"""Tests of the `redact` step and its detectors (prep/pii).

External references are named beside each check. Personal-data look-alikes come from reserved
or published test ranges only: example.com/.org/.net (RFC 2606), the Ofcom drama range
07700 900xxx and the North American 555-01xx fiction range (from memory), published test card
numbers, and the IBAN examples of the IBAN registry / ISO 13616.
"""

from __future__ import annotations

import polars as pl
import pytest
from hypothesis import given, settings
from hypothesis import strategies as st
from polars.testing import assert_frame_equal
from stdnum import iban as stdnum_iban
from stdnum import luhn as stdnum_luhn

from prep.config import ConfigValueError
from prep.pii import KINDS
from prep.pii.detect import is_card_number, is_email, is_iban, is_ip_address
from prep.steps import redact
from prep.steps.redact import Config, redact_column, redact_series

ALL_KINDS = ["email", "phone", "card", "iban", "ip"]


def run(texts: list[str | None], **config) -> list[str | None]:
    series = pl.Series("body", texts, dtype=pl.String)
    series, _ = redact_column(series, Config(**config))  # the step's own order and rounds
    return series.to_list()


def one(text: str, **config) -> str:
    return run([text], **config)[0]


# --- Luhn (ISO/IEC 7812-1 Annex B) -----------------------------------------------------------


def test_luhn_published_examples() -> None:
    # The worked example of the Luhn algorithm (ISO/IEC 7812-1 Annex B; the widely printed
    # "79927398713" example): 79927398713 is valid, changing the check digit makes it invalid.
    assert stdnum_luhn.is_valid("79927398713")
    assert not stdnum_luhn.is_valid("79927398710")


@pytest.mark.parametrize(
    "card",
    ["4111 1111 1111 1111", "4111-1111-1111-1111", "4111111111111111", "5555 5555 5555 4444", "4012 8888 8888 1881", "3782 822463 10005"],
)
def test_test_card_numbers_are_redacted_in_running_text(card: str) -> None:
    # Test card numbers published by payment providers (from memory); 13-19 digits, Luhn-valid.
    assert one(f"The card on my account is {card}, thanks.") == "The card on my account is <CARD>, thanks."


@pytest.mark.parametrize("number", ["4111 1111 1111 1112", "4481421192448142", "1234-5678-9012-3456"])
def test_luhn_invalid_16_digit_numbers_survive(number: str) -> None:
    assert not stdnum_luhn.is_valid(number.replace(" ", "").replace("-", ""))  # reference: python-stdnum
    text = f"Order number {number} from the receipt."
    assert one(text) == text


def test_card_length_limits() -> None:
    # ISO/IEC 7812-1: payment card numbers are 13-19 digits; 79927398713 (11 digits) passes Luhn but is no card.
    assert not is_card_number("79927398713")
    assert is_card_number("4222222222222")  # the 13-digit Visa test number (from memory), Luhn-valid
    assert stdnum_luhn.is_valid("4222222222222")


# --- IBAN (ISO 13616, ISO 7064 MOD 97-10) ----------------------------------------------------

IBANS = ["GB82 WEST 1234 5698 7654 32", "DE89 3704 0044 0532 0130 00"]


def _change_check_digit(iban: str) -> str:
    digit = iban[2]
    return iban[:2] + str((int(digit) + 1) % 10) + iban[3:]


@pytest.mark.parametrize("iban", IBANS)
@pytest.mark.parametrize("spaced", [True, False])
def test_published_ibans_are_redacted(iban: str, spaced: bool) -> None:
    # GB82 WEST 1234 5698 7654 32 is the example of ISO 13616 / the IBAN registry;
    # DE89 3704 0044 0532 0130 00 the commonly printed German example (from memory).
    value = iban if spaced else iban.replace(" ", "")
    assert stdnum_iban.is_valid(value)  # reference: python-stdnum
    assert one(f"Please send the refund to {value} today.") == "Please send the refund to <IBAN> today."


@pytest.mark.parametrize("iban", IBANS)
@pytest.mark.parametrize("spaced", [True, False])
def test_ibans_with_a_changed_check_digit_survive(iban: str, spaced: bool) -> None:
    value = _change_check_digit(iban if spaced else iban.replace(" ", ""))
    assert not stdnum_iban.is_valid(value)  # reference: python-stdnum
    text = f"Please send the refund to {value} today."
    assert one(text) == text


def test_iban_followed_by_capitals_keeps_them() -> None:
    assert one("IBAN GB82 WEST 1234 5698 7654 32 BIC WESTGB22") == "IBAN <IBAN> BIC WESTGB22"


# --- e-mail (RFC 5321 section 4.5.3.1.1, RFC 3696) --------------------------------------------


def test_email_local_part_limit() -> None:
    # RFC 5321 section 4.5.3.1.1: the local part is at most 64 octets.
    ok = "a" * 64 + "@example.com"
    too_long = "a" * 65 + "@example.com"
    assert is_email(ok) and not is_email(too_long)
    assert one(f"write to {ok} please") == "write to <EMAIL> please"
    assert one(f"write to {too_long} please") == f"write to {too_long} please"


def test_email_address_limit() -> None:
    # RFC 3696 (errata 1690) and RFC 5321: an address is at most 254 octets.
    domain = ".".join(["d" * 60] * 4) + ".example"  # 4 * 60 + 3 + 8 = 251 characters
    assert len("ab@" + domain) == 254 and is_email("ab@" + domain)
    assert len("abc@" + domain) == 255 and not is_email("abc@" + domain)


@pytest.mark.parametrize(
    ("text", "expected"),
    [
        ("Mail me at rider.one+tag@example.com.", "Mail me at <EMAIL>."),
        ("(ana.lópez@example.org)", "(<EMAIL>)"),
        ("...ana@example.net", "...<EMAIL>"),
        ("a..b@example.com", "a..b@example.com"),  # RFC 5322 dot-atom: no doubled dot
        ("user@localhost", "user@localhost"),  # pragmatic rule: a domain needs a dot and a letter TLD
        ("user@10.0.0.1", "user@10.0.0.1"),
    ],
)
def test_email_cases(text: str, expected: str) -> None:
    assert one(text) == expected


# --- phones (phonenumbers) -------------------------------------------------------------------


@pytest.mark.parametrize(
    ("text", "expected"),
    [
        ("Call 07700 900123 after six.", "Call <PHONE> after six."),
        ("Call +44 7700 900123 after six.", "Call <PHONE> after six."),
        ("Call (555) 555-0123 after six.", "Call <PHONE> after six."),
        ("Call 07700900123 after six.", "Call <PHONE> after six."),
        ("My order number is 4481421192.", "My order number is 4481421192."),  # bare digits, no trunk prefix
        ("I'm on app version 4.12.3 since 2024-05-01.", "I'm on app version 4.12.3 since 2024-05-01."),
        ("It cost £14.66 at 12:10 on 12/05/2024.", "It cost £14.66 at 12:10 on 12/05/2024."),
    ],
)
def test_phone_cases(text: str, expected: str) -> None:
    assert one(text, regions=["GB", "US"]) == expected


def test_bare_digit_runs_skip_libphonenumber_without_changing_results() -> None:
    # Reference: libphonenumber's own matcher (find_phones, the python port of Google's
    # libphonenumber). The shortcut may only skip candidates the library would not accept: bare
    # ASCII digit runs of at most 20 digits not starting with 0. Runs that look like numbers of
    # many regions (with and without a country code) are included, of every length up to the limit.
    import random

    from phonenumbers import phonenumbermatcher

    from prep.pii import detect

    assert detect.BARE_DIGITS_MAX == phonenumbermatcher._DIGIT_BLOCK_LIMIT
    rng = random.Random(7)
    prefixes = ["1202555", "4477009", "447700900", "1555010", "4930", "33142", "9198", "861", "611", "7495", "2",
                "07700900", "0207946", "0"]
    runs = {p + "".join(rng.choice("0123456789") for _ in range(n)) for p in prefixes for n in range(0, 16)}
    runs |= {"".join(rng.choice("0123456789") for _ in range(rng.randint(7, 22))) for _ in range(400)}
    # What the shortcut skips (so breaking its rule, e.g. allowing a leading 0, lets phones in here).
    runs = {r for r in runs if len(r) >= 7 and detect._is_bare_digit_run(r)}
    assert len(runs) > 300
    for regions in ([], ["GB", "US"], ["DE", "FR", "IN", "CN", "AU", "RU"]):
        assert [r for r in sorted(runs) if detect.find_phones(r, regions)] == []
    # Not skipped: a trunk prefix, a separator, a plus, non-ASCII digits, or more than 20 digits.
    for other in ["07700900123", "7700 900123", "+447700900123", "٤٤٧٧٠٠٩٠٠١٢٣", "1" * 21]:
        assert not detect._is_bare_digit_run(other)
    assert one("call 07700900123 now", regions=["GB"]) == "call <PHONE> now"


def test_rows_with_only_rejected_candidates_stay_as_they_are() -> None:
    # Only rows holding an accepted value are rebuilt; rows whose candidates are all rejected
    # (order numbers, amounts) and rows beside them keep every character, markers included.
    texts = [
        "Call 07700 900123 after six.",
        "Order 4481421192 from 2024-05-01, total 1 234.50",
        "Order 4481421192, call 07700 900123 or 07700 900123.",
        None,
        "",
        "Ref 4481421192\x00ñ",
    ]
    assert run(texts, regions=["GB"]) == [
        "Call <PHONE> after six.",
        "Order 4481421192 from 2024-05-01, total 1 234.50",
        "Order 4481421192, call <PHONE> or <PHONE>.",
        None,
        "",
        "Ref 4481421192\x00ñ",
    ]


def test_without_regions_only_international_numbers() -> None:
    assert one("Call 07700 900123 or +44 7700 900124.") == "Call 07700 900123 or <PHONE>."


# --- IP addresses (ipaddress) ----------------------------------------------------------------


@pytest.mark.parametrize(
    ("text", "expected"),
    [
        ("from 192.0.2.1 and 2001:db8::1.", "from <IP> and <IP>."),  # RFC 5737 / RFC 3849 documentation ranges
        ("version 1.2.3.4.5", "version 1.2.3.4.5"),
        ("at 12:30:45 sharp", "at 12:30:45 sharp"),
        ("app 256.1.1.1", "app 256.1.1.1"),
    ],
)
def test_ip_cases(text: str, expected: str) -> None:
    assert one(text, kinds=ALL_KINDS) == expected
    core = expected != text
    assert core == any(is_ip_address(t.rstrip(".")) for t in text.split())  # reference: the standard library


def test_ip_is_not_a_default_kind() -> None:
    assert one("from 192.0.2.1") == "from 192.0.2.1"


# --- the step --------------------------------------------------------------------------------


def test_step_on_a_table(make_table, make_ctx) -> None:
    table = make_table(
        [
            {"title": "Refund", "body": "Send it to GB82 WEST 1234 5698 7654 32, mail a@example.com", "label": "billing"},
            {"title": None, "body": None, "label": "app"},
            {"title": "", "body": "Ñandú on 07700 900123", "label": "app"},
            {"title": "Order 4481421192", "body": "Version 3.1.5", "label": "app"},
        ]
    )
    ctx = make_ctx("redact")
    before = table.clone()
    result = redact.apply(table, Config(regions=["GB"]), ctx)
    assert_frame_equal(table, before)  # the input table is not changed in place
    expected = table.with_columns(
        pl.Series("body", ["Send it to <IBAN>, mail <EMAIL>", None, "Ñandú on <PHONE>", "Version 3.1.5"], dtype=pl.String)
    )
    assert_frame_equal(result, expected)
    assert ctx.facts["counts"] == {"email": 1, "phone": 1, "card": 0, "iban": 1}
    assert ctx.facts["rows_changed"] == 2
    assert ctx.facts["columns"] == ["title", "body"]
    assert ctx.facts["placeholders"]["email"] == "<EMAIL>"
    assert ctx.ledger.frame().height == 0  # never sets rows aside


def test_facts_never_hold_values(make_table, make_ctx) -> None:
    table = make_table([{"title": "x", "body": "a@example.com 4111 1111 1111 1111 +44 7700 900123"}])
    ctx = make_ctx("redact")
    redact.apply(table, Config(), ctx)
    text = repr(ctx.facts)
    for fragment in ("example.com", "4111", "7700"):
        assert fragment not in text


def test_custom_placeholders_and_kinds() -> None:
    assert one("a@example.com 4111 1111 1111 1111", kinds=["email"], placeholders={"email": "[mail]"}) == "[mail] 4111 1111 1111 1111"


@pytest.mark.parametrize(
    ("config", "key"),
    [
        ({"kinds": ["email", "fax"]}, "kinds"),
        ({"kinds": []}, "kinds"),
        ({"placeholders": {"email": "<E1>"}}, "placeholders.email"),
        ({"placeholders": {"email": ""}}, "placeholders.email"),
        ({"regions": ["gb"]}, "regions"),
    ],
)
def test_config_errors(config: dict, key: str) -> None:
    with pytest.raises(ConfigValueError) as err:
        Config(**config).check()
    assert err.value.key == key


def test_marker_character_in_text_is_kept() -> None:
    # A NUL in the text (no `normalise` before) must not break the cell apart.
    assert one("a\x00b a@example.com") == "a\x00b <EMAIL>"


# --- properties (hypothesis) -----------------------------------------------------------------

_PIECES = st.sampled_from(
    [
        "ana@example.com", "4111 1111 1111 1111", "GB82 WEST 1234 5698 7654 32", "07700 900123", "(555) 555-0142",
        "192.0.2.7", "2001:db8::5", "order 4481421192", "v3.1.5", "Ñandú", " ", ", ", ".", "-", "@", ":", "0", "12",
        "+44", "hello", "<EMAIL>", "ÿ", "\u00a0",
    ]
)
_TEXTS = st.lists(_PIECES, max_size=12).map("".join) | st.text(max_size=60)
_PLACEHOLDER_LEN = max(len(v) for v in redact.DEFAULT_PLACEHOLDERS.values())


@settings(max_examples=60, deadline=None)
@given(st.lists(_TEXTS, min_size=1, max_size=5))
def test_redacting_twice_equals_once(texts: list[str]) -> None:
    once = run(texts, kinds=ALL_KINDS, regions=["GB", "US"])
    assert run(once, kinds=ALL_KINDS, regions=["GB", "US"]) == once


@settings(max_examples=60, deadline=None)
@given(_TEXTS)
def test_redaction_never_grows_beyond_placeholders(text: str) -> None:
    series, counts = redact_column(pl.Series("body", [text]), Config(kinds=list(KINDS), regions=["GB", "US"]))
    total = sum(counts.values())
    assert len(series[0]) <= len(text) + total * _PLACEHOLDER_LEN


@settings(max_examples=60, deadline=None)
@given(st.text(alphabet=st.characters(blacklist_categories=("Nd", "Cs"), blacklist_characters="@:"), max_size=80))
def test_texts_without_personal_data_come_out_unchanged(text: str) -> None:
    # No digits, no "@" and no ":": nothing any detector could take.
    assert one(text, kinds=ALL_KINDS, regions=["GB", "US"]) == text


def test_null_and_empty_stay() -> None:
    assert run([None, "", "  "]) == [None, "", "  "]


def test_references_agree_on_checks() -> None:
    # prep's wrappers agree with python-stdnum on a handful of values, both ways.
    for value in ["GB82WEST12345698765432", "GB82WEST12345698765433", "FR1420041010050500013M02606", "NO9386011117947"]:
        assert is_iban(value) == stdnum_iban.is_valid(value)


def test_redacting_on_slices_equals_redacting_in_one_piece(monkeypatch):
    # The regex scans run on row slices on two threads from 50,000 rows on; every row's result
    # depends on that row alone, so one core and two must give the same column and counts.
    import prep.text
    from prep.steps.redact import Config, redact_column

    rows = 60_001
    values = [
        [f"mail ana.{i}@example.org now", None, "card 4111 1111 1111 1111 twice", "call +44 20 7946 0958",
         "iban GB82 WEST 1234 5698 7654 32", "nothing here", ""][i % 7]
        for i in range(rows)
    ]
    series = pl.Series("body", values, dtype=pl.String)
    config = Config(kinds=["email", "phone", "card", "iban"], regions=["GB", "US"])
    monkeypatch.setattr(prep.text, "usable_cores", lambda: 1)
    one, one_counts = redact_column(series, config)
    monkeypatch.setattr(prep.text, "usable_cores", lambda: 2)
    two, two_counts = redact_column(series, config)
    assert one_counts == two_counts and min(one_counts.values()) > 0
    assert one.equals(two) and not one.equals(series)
***
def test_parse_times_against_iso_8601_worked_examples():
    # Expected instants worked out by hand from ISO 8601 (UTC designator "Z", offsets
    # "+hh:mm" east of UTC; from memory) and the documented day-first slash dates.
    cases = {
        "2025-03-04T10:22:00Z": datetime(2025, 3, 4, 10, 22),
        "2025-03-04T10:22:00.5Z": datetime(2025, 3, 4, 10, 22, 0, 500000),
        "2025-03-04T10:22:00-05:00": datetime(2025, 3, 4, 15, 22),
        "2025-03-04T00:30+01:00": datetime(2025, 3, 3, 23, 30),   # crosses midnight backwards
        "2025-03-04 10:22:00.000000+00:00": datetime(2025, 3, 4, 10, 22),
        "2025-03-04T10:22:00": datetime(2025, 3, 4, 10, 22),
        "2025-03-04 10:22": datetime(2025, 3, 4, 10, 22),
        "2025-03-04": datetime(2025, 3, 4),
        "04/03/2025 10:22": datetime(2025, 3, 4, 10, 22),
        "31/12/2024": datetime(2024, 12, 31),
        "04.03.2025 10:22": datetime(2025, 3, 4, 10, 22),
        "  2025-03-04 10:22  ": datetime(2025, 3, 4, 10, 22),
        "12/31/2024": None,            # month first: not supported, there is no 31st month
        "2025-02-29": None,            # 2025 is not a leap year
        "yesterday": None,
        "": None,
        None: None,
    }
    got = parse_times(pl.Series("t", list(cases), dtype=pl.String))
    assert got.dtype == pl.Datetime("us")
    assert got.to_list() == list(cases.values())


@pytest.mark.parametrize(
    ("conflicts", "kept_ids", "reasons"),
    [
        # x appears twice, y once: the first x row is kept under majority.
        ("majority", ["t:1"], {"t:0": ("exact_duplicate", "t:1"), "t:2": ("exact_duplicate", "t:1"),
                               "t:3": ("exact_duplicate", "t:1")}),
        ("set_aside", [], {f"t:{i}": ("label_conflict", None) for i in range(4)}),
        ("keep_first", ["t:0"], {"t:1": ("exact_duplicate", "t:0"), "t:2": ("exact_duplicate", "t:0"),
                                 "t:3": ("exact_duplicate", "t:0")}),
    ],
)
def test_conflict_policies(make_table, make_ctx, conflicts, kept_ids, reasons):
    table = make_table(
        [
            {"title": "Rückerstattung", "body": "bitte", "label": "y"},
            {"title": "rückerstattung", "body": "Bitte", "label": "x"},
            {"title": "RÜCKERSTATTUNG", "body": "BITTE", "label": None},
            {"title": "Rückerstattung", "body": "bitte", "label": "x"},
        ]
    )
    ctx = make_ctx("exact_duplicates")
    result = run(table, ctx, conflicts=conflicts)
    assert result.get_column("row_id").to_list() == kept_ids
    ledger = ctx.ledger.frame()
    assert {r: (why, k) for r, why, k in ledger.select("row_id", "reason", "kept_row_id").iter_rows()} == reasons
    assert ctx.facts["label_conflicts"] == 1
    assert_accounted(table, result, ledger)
***
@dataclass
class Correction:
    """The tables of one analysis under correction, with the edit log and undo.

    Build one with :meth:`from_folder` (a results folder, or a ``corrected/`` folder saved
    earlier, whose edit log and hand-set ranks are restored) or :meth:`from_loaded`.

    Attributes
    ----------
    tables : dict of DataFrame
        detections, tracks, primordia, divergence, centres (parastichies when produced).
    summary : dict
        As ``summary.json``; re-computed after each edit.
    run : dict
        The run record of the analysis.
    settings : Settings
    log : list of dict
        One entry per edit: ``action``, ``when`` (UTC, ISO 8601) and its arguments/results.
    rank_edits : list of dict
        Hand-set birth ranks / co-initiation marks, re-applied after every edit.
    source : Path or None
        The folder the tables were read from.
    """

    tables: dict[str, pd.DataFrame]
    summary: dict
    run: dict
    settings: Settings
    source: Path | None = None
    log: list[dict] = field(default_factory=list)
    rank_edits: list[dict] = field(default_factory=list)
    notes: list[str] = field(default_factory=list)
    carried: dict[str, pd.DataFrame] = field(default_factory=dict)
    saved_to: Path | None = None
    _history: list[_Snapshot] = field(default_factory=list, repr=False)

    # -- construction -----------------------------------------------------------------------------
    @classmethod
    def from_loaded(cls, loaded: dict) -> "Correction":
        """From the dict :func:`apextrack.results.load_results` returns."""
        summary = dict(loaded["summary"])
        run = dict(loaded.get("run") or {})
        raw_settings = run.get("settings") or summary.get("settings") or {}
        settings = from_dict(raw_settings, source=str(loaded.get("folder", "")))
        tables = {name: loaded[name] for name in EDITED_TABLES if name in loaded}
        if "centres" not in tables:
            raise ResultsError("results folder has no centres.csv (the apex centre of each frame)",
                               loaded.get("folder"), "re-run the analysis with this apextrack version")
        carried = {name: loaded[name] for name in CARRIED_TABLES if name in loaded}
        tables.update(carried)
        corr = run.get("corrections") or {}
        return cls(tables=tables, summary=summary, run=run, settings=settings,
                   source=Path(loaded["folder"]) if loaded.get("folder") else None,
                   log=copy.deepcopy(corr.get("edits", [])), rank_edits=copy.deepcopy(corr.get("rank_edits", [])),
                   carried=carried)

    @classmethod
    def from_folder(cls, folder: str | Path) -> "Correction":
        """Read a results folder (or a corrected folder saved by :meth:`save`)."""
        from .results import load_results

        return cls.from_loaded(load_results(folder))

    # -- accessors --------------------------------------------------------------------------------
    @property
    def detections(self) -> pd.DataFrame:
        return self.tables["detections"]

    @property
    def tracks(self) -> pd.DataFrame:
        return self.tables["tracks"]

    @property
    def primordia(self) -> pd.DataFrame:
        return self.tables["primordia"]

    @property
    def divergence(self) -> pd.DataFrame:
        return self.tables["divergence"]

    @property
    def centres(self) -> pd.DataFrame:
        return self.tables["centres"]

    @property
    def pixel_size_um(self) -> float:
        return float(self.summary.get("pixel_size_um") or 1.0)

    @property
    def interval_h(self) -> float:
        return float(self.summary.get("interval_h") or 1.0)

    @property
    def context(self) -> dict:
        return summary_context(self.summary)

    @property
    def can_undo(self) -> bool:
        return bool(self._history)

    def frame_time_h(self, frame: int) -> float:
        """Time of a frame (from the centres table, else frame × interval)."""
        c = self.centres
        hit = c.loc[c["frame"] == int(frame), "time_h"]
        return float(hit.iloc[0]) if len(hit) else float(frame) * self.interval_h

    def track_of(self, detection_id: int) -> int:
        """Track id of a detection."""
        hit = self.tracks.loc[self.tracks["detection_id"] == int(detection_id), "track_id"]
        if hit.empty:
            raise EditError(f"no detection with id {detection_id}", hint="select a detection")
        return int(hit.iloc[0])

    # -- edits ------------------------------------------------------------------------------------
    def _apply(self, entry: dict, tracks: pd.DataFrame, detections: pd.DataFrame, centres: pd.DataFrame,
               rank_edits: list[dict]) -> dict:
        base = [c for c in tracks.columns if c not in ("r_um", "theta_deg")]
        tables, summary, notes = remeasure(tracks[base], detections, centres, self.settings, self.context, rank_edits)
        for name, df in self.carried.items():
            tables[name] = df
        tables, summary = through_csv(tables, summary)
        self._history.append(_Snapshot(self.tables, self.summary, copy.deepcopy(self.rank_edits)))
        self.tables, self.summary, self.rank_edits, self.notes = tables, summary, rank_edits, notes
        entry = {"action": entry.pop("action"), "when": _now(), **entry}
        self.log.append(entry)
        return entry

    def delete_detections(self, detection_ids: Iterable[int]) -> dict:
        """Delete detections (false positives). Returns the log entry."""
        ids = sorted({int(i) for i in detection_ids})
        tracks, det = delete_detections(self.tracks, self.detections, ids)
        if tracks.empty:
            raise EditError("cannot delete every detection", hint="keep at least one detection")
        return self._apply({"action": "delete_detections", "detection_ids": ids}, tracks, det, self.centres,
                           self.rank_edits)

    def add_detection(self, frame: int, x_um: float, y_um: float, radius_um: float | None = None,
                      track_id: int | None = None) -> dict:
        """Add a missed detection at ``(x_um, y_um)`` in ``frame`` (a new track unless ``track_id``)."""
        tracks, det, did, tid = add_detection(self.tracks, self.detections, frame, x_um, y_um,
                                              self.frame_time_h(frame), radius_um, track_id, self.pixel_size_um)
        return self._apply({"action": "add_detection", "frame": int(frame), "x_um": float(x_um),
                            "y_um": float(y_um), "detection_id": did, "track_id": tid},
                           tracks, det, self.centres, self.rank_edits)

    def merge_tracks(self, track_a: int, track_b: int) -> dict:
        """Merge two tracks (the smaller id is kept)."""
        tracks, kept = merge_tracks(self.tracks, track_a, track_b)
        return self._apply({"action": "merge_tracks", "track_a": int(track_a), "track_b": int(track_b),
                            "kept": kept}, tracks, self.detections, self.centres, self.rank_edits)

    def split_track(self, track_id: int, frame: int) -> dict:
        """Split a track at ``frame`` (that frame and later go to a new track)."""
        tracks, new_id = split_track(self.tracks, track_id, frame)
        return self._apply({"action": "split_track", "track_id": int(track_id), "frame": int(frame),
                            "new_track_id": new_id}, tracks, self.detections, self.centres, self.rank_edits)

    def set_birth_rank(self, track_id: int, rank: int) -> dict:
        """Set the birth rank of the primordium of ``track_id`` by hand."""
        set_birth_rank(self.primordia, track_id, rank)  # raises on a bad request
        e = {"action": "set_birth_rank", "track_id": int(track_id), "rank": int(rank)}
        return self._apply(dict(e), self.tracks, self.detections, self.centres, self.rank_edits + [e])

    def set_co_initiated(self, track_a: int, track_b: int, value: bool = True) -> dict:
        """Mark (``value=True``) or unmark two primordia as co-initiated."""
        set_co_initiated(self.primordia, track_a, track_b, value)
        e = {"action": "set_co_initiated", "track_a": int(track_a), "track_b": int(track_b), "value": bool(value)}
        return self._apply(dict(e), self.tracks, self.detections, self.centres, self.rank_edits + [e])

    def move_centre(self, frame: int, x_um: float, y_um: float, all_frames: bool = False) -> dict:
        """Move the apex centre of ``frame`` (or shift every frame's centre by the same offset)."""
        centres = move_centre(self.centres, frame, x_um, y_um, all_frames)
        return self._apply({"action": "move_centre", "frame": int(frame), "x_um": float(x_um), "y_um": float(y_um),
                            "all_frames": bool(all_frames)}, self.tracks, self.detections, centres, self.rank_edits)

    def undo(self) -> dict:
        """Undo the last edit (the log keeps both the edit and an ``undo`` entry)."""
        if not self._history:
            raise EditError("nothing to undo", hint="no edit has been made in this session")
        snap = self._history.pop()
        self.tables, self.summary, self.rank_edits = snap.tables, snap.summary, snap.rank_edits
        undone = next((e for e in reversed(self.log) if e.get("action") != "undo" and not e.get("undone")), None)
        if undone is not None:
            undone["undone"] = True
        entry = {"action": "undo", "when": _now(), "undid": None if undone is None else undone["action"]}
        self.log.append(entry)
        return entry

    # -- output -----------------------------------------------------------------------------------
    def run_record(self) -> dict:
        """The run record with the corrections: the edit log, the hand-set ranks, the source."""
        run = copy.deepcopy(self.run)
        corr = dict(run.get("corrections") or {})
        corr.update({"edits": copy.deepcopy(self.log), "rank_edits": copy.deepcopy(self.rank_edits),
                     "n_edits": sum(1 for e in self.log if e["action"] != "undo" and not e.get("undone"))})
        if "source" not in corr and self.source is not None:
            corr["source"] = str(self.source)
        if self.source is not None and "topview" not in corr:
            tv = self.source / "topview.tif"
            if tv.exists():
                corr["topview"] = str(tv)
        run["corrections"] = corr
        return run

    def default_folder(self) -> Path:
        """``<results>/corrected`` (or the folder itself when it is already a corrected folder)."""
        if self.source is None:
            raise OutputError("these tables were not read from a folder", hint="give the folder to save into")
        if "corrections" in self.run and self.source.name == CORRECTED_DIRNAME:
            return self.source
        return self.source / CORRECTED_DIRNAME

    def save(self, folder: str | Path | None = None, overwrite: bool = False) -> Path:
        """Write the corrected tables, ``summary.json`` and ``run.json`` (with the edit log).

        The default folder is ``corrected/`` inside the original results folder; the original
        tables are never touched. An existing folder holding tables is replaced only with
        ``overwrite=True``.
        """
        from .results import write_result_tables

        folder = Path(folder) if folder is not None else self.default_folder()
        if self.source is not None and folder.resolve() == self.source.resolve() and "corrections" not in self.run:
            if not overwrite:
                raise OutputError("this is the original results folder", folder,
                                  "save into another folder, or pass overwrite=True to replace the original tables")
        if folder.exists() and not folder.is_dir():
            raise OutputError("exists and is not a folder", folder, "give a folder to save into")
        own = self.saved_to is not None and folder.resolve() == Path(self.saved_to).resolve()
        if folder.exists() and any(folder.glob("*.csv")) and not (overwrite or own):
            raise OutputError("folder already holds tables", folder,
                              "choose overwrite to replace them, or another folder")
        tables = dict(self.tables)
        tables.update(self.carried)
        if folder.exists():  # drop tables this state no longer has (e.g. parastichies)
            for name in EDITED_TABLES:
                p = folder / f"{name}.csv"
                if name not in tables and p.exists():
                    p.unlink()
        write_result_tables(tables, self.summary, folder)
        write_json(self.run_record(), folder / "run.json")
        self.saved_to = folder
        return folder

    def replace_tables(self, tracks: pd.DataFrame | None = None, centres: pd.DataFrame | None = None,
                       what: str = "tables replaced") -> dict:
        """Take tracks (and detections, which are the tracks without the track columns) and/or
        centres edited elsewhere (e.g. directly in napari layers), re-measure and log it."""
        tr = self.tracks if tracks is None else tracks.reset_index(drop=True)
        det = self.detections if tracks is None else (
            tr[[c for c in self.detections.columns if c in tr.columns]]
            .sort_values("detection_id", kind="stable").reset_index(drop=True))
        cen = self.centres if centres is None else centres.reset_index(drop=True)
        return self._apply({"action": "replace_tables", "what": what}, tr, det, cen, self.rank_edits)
***
WHAT YOU HAVE TO DO:
Using the listing above, locate the lines that hold "given" and copy each one.

ANSWER TO THE EXERCISE:
from hypothesis import given, settings
@given(st.lists(_TEXTS, min_size=1, max_size=5))
@given(_TEXTS)
@given(st.text(alphabet=st.characters(blacklist_categories=("Nd", "Cs"), blacklist_characters="@:"), max_size=80))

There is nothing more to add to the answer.